Your assignment: Take the data below and extract the lines from the one with "return mapped ?" to the one with "client = hops[i];", inclusive, exactly as written.
START Given entries
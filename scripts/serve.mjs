// Gusset's HTTP server: Next's request handler behind a plain node:http server, so the client's address
// comes from the connection itself and not from whatever X-Forwarded-For a browser chooses to send.
//
//   node scripts/serve.mjs --hostname 127.0.0.1 --port 3000
//
// For every request it works out the client address once and hands it to the app in the
// x-gusset-client-address header (any copy of that header the client sent is dropped first):
// - when the connecting peer is one of GUSSET_TRUSTED_PROXIES (addresses or CIDR ranges, comma
//   separated), the address is read from X-Forwarded-For, walking from the right past the trusted hops;
// - otherwise it is the socket's own address, and X-Forwarded-For is removed so nothing downstream
//   believes it.
// Rate limits and the audit trail read only x-gusset-client-address (lib/auth/client-address.ts), and
// only when this server set GUSSET_CLIENT_ADDRESS_FROM_SERVER, so `next start` run on its own cannot be
// fooled by a forged header either: it records no address at all.
import http from "node:http";
import net from "node:net";
import { parseArgs } from "node:util";
import path from "node:path";
import { pathToFileURL } from "node:url";
import next from "next";
import { DIRECT_ROUTES_FILE, directRoutesBuildId } from "./build-direct-routes.mjs";
import { readBuildId } from "./lib/build-id.mjs";

export const CLIENT_ADDRESS_HEADER = "x-gusset-client-address";

/** "127.0.0.1, 10.0.0.0/8, ::1" → a BlockList that answers "is this a trusted proxy?". */
export function trustedProxyList(setting) {
  const list = new net.BlockList();
  for (const entry of (setting ?? "")
    .split(",")
    .map((item) => item.trim())
    .filter(Boolean)) {
    const [address, prefix] = entry.split("/");
    const family = net.isIPv6(address) ? "ipv6" : net.isIPv4(address) ? "ipv4" : null;
    if (!family) throw new Error(`GUSSET_TRUSTED_PROXIES: "${entry}" is not an IP address or CIDR range`);
    if (prefix === undefined) list.addAddress(address, family);
    else {
      const bits = Number(prefix);
      if (!/^\d+$/.test(prefix) || bits > (family === "ipv4" ? 32 : 128)) {
        throw new Error(`GUSSET_TRUSTED_PROXIES: "${entry}" has a bad prefix length`);
      }
      list.addSubnet(address, bits, family);
    }
  }
  return list;
}

/** "::ffff:192.0.2.1" → "192.0.2.1"; other addresses unchanged. */
function plainAddress(address) {
  const mapped = /^::ffff:(\d+\.\d+\.\d+\.\d+)$/i.exec(address ?? "");
  return mapped ? mapped[1] : (address ?? null);
}

function isTrusted(list, address) {
  if (!address) return false;
  const family = net.isIPv6(address) ? "ipv6" : net.isIPv4(address) ? "ipv4" : null;
  return family !== null && list.check(address, family);
}

/**
 * The client's address for a request that reached us from `peer` with this X-Forwarded-For value.
 * Only a trusted peer's forwarded chain is read; a malformed hop ends the walk at the last good one.
 */
export function resolveClientAddress(peer, forwardedFor, trusted) {
  const from = plainAddress(peer);
  if (!isTrusted(trusted, from) || typeof forwardedFor !== "string") return from;
  const hops = forwardedFor
    .split(",")
    .map((hop) => plainAddress(hop.trim()))
    .filter(Boolean);
  let client = from;
  for (let i = hops.length - 1; i >= 0; i--) {
    if (net.isIP(hops[i]) === 0) break;
    client = hops[i];
    if (!isTrusted(trusted, hops[i])) break;
  }
  return client;
}

/** Next's own limit on a server action's body (serverActions.bodySizeLimit, 1 MB by default). */
export const ACTION_BODY_LIMIT = 1024 * 1024;

export const ACTION_MESSAGES = {
  foreignOrigin: "This request did not come from a Gusset page. Open Gusset at its own address and try again.",
  tooLarge: "This request is larger than Gusset accepts (1 MB). Shorten what you entered and try again.",
  unreadable: "Gusset could not read this request. Reload the page and try again.",
};

/** The security headers of a plain-text answer given here, before Next (which adds them to its own, proxy.ts). */
const PLAIN_ANSWER_HEADERS = {
  "content-type": "text/plain; charset=utf-8",
  "cache-control": "no-store",
  "content-security-policy": "default-src 'none'; frame-ancestors 'none'",
  "x-content-type-options": "nosniff",
  "x-frame-options": "DENY",
  "referrer-policy": "strict-origin-when-cross-origin",
};

function answer(res, status, message) {
  res.writeHead(status, PLAIN_ANSWER_HEADERS);
  res.end(`${message}\n`);
}

/**
 * A server action (a POST carrying Next-Action) is refused before Next sees it when it comes from another
 * site or is too large; Next would answer both with a bare 500. Any other 5xx Next gives an action is a
 * body it could not decode (Gusset's own actions catch their errors and answer 200 with a message), so it
 * becomes a 400 with a sentence. Returns true when the request has been answered here.
 */
export function guardServerAction(req, res) {
  if (req.method !== "POST" || !req.headers["next-action"]) return false;
  const origin = req.headers.origin;
  const originHost = URL.canParse(origin ?? "") ? new URL(origin).host : null;
  if (!originHost || originHost !== req.headers.host) {
    answer(res, 403, ACTION_MESSAGES.foreignOrigin);
    return true;
  }
  if (Number(req.headers["content-length"] ?? 0) > ACTION_BODY_LIMIT) {
    answer(res, 413, ACTION_MESSAGES.tooLarge);
    return true;
  }
  const writeHead = res.writeHead.bind(res);
  const write = res.write.bind(res);
  const end = res.end.bind(res);
  let replaced = false;
  res.writeHead = (status, ...rest) => {
    if (status < 500) return writeHead(status, ...rest);
    replaced = true;
    for (const name of res.getHeaderNames()) res.removeHeader(name);
    return writeHead(400, PLAIN_ANSWER_HEADERS);
  };
  res.write = (chunk, ...rest) => (replaced ? true : write(chunk, ...rest));
  res.end = (...args) => {
    if (!res.headersSent) res.writeHead(res.statusCode);
    return replaced ? end(`${ACTION_MESSAGES.unreadable}\n`) : end(...args);
  };
  return false;
}

/** The largest body a route served here reads (a run's inputs are a few hundred bytes). */
export const DIRECT_BODY_LIMIT = 1024 * 1024;

export const DIRECT_TOO_LARGE = "This request is larger than Gusset accepts (1 MB). Send less and try again.";
export const DIRECT_UNREADABLE = "Gusset could not read this request's address or headers. Send it again from Gusset's own page.";

/** A JSON answer given here in the API's error shape, with the headers Next would add. */
function answerJson(res, status, body, headers) {
  const text = JSON.stringify(body);
  res.writeHead(status, { ...headers, "content-type": "application/json", "content-length": Buffer.byteLength(text) });
  res.end(text);
}

/**
 * Serves the routes of scripts/direct-routes.ts (bundled by build-direct-routes.mjs) here, without Next's router:
 * the same handler functions Next would call, given a web Request of the node request and their Response written
 * back, with the security headers next.config.ts adds to every answer. Returns a function that answers a request and
 * returns true, or returns false for a request that is not one of these routes (Next's to answer).
 *
 * The body is read only when the handler asks for it, up to DIRECT_BODY_LIMIT (413 past it). A handler that throws
 * `HandToNext` (a session only better-auth can answer, before the body is read) has its request handed to `toNext`
 * untouched.
 */
export function directRouteHandler({ routes, answerHeaders, internalMessage, HandToNext }, toNext) {
  const refuse = (res, status, code, message) => answerJson(res, status, { error: { code, message } }, answerHeaders);
  return (req, res) => {
    const query = req.url.indexOf("?");
    const handler = routes[`${req.method} ${query === -1 ? req.url : req.url.slice(0, query)}`];
    if (!handler) return false;
    if (Number(req.headers["content-length"] ?? 0) > DIRECT_BODY_LIMIT) {
      refuse(res, 413, "bad-request", DIRECT_TOO_LARGE);
      req.resume();
      return true;
    }
    const state = { read: false, tooLarge: false, handedOver: false };
    let request;
    try {
      request = webRequestOf(req, state);
    } catch {
      // A Host header or header value the Fetch API refuses (Node's own parser let it through).
      refuse(res, 400, "bad-request", DIRECT_UNREADABLE);
      req.resume();
      return true;
    }
    const answer = async () => {
      let response;
      try {
        response = await handler(request, { params: Promise.resolve({}) });
      } catch (error) {
        if (!state.tooLarge && error instanceof HandToNext && !state.read) {
          state.handedOver = true; // the body is Next's to read now: it must not be drained below
          return toNext(req, res);
        }
        throw error;
      }
      if (state.tooLarge) return refuse(res, 413, "bad-request", DIRECT_TOO_LARGE);
      const bytes = Buffer.from(await response.arrayBuffer());
      const headers = { ...answerHeaders };
      for (const [name, value] of response.headers) if (name !== "set-cookie") headers[name] = value;
      const cookies = response.headers.getSetCookie();
      if (cookies.length > 0) headers["set-cookie"] = cookies;
      headers["content-length"] = String(bytes.length);
      res.writeHead(response.status, headers);
      res.end(bytes);
    };
    answer()
      .catch((error) => {
        if (state.tooLarge) return refuse(res, 413, "bad-request", DIRECT_TOO_LARGE);
        console.error(`[gusset] ${req.method} ${req.url}, served without Next, failed:`, error);
        if (res.headersSent) res.destroy();
        else refuse(res, 500, "internal", internalMessage);
      })
      .finally(() => {
        // A body nobody read is drained, so the connection can serve the next request.
        if (!state.read && !state.handedOver) req.resume();
      });
    return true;
  };
}

/**
 * The node request as a web Request. Its body is read only when the handler asks for it (`state.read`), whole, up to
 * DIRECT_BODY_LIMIT (past it `state.tooLarge`, and the rest is drained unread).
 */
function webRequestOf(req, state) {
  const headers = new Headers();
  for (const [name, value] of Object.entries(req.headers))
    for (const each of Array.isArray(value) ? value : [value]) if (each !== undefined) headers.append(name, each);
  const body = new ReadableStream(
    {
      pull: (controller) =>
        new Promise((resolve) => {
          state.read = true;
          const chunks = [];
          let size = 0;
          const settle = (error) => {
            req.off("data", onData).off("end", onEnd).off("error", settle).off("close", onClose);
            if (error) controller.error(error);
            else {
              if (size > 0) controller.enqueue(new Uint8Array(Buffer.concat(chunks, size)));
              controller.close();
            }
            resolve();
          };
          const onData = (chunk) => {
            size += chunk.length;
            if (size <= DIRECT_BODY_LIMIT) return void chunks.push(chunk);
            state.tooLarge = true;
            settle(new Error("the request body is larger than the limit"));
            req.resume();
          };
          const onEnd = () => settle(null);
          const onClose = () => {
            if (!req.complete) settle(new Error("the request was cut off"));
          };
          req.on("data", onData).on("end", onEnd).on("error", settle).on("close", onClose);
        }),
    },
    { highWaterMark: 0 }, // nothing is read until the handler asks
  );
  const withBody = req.method !== "GET" && req.method !== "HEAD";
  return new Request(new URL(req.url, `http://${req.headers.host ?? "localhost"}`), {
    method: req.method,
    headers,
    ...(withBody ? { body, duplex: "half" } : {}),
  });
}

/** The direct routes bundled for the build being served, or null (then Next serves every route) and why. */
async function loadDirectRoutes(buildId) {
  const bundledFor = directRoutesBuildId(process.cwd());
  if (!bundledFor) return { routes: null, why: `no ${DIRECT_ROUTES_FILE}` };
  if (bundledFor !== buildId) return { routes: null, why: `${DIRECT_ROUTES_FILE} was bundled for another build` };
  return { routes: await import(pathToFileURL(path.resolve(DIRECT_ROUTES_FILE)).href), why: null };
}

async function main() {
  const { values } = parseArgs({
    options: { hostname: { type: "string", default: "127.0.0.1" }, port: { type: "string", default: "3000" } },
  });
  const port = Number.parseInt(values.port, 10);
  const trusted = trustedProxyList(process.env.GUSSET_TRUSTED_PROXIES);
  // Read by lib/server-env.ts: the app believes x-gusset-client-address only under this server.
  process.env.GUSSET_CLIENT_ADDRESS_FROM_SERVER = "1";
  // Read by lib/server-env.ts: the build served, part of a calc sheet's key (a kept PDF is served without Chromium
  // only for the build that drew it, lib/use-cases/sheet-key.ts).
  const buildId = readBuildId(process.cwd());
  if (buildId) process.env.GUSSET_BUILD_ID = buildId;
  else delete process.env.GUSSET_BUILD_ID;
  const app = next({ dev: false, hostname: values.hostname, port });
  const handle = app.getRequestHandler();
  await app.prepare();
  const direct = await loadDirectRoutes(buildId);
  if (direct.why) console.warn(`[gusset] every route is served through Next: ${direct.why} (npm run build makes it)`);
  const serveDirect = direct.routes ? directRouteHandler(direct.routes, handle) : () => false;
  const server = http.createServer((req, res) => {
    const client = resolveClientAddress(req.socket.remoteAddress, req.headers["x-forwarded-for"], trusted);
    delete req.headers[CLIENT_ADDRESS_HEADER];
    if (!isTrusted(trusted, plainAddress(req.socket.remoteAddress))) delete req.headers["x-forwarded-for"];
    if (client) req.headers[CLIENT_ADDRESS_HEADER] = client;
    if (guardServerAction(req, res)) {
      req.resume();
      return;
    }
    if (serveDirect(req, res)) return;
    handle(req, res);
  });
  server.listen(port, values.hostname, () => {
    console.log(`Gusset serving on http://${values.hostname}:${port}`);
  });
  const stop = () => {
    server.close(() => process.exit(0));
    server.closeAllConnections();
  };
  process.on("SIGTERM", stop);
  process.on("SIGINT", stop);
}

if (import.meta.url === `file://${process.argv[1]}`) {
  main().catch((error) => {
    console.error(error);
    process.exit(1);
  });
}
END Given entries
Solution to this task:
  return mapped ? mapped[1] : (address ?? null);
}

function isTrusted(list, address) {
  if (!address) return false;
  const family = net.isIPv6(address) ? "ipv6" : net.isIPv4(address) ? "ipv4" : null;
  return family !== null && list.check(address, family);
}

/**
 * The client's address for a request that reached us from `peer` with this X-Forwarded-For value.
 * Only a trusted peer's forwarded chain is read; a malformed hop ends the walk at the last good one.
 */
export function resolveClientAddress(peer, forwardedFor, trusted) {
  const from = plainAddress(peer);
  if (!isTrusted(trusted, from) || typeof forwardedFor !== "string") return from;
  const hops = forwardedFor
    .split(",")
    .map((hop) => plainAddress(hop.trim()))
    .filter(Boolean);
  let client = from;
  for (let i = hops.length - 1; i >= 0; i--) {
    if (net.isIP(hops[i]) === 0) break;
    client = hops[i];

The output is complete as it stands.